» **ASSIGNMENT**
Count the lines in the records below that contain the word "techniqueCode", and give only that count.

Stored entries

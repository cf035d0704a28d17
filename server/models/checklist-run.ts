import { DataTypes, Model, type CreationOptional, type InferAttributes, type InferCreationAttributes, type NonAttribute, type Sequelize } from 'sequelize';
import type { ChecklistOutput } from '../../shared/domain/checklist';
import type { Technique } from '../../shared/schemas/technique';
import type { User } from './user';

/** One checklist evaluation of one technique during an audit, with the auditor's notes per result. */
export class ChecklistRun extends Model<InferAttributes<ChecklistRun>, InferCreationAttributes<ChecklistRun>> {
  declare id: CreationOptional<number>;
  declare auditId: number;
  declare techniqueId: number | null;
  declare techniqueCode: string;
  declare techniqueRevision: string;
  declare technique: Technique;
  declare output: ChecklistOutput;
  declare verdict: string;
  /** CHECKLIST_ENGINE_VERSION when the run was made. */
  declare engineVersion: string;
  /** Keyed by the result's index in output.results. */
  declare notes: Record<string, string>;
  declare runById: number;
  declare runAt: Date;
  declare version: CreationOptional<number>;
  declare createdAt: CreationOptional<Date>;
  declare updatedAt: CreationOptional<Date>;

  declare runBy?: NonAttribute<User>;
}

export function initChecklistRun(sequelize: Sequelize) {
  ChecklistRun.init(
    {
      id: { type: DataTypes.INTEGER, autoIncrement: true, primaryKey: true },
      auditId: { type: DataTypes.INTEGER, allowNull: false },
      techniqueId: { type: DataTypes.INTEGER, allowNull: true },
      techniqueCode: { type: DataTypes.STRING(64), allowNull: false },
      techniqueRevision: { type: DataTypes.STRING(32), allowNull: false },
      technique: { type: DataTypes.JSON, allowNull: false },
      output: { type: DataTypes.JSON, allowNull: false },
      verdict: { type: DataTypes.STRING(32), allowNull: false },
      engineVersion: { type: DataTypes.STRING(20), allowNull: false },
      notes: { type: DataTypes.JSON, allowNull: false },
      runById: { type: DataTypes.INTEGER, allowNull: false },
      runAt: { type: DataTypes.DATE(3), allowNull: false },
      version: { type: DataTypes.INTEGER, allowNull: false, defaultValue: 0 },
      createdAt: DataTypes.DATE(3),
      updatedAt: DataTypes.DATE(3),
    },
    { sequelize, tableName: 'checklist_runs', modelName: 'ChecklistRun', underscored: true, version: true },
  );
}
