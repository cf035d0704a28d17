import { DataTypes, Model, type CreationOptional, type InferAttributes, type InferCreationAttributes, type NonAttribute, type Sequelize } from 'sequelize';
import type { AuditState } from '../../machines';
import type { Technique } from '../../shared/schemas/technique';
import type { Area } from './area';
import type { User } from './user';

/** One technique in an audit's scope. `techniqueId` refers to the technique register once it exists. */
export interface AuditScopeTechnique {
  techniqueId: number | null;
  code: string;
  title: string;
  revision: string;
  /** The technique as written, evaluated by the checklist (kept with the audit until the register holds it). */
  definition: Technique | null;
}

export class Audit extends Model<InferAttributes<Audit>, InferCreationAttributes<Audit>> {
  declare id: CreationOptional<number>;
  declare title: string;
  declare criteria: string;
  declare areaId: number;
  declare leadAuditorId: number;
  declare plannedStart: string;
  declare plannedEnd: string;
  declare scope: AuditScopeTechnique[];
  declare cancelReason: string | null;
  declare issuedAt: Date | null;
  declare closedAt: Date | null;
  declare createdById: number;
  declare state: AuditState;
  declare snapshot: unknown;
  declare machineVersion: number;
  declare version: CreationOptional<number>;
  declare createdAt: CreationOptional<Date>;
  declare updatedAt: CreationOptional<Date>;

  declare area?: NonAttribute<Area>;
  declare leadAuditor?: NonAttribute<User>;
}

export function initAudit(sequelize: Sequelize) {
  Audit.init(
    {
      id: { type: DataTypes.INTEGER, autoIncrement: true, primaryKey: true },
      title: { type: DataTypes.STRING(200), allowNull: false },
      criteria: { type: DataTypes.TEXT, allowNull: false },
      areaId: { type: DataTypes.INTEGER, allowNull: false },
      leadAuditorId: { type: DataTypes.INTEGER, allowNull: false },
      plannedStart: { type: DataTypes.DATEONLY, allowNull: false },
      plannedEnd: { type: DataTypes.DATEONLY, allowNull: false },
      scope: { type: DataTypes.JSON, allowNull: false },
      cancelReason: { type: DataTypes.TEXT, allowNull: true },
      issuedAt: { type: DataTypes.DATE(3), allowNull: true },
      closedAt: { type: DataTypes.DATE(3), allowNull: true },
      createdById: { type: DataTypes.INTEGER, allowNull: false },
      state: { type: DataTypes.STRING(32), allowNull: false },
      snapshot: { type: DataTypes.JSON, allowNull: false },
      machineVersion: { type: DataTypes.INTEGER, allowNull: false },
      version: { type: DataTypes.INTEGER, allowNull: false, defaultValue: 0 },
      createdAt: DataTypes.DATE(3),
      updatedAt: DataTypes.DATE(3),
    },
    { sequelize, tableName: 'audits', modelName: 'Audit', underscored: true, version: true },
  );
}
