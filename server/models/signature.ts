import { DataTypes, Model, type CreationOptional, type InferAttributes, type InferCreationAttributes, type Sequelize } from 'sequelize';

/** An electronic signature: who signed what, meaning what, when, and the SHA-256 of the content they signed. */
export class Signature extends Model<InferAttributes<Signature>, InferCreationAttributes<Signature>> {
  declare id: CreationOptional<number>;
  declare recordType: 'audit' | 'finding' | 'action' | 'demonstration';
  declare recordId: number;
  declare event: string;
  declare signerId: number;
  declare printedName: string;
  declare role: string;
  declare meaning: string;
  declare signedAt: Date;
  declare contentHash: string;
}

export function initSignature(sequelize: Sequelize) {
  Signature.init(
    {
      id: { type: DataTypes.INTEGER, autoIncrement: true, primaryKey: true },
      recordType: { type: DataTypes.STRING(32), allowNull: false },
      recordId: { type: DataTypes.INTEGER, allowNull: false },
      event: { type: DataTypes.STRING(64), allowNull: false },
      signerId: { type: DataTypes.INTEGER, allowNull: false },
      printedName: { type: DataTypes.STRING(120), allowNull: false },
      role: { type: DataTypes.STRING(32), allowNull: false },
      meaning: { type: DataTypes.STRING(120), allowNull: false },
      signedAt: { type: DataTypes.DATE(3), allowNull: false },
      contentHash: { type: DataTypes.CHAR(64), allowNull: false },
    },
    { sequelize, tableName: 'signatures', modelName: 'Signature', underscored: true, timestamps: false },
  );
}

» **ANSWER FOR THE TASK**
2